■ **RECORDS SUPPLIED**:
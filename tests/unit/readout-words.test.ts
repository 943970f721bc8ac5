import { describe, expect, test } from 'vitest';
import { readoutOfHeader } from '@/lib/imports/readout-words';

// Header words for the moment block is read at: Gatewell's own choice from common lab usage (first pulse
// vs n-th pulse of a train, resting vs depolarised holding potential); no published source.
describe('readoutOfHeader', () => {
  test.each([
    ['P1 block', 'tonic', 'block'],
    ['p01_block', 'tonic', 'block'],
    ['TONIC', 'tonic', ''],
    ['First pulse block (%)', 'tonic', 'block'],
    ['1st-pulse inhibition', 'tonic', 'inhibition'],
    ['Pulse 1 I compound', 'tonic', 'i compound'],
    ['Resting block', 'tonic', 'block'],
    ['P10 block', 'use_dependent', 'block'],
    ['p20 Block', 'use_dependent', 'block'],
    ['Use-dependent block', 'use_dependent', 'block'],
    ['use dependent', 'use_dependent', ''],
    ['UseDependentBlock', 'use_dependent', 'block'],
    ['nth pulse block', 'use_dependent', 'block'],
    ['10th pulse', 'use_dependent', ''],
    ['Pulse 20 inhibition', 'use_dependent', 'inhibition'],
    ['Train block', 'use_dependent', 'block'],
    ['Depolarized block', 'use_dependent', 'block'],
    ['state-dependent', 'use_dependent', ''],
  ])('%s → %s', (header, readout, rest) => {
    expect(readoutOfHeader(header)).toEqual({ readout, rest });
  });

  test.each(['Block', 'I0', 'i1', 'Peak current before', 'Rseal', 'Target', 'Compound', 'Conc', '10'])(
    '%s names no readout',
    (header) => {
      expect(readoutOfHeader(header).readout).toBeNull();
    },
  );
});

■ **GOAL OF THE EXERCISE**:
When a line in the material above contains the word "each", copy that line out.

■ **SOLUTION TO THIS TASK**:
  test.each([
  test.each(['Block', 'I0', 'i1', 'Peak current before', 'Rseal', 'Target', 'Compound', 'Conc', '10'])(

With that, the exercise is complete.